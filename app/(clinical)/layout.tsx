import type { ReactNode } from "react";
import { SessionGuard } from "@/components/shell/session-guard";
import { readMe } from "@/lib/access/read-me";
import { QueryProvider } from "@/lib/client/query-provider";
import { pageRead } from "@/lib/http/page";

/** One store of answers for all clinical pages, so that going back to Beds shows them at once, behind one lock. */
export default async function ClinicalLayout({ children }: { children: ReactNode }) {
  const me = await pageRead({ access: "session:own", read: (ctx) => readMe(ctx) });
  return (
    <QueryProvider>
      <SessionGuard me={me}>{children}</SessionGuard>
    </QueryProvider>
  );
}
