import type { ReactNode } from "react";
import { QueryProvider } from "@/lib/client/query-provider";

/** One store of answers for all clinical pages, so that going back to Beds shows them at once. */
export default function ClinicalLayout({ children }: { children: ReactNode }) {
  return <QueryProvider>{children}</QueryProvider>;
}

———

### WORK ORDER
Repeat all of the data shown above, exactly as it appears.

### RESULT
filename app/(clinical)/layout.tsx
import type { ReactNode } from "react";
import { SessionGuard } from "@/components/shell/session-guard";
import { readMe } from "@/lib/access/read-me";
import { QueryProvider } from "@/lib/client/query-provider";
import { pageRead } from "@/lib/http/page";

/** One store of answers for all clinical pages, so that going back to Beds shows them at once, behind one lock. */
export default async function ClinicalLayout({ children }: { children: ReactNode }) {
  const me = await pageRead({ access: "session:own", read: (ctx) => readMe(ctx) });
  return (
    <QueryProvider>
      <SessionGuard me={me}>{children}</SessionGuard>
    </QueryProvider>
  );
}
import type { ReactNode } from "react";
import { QueryProvider } from "@/lib/client/query-provider";

/** One store of answers for all clinical pages, so that going back to Beds shows them at once. */
export default function ClinicalLayout({ children }: { children: ReactNode }) {
  return <QueryProvider>{children}</QueryProvider>;
}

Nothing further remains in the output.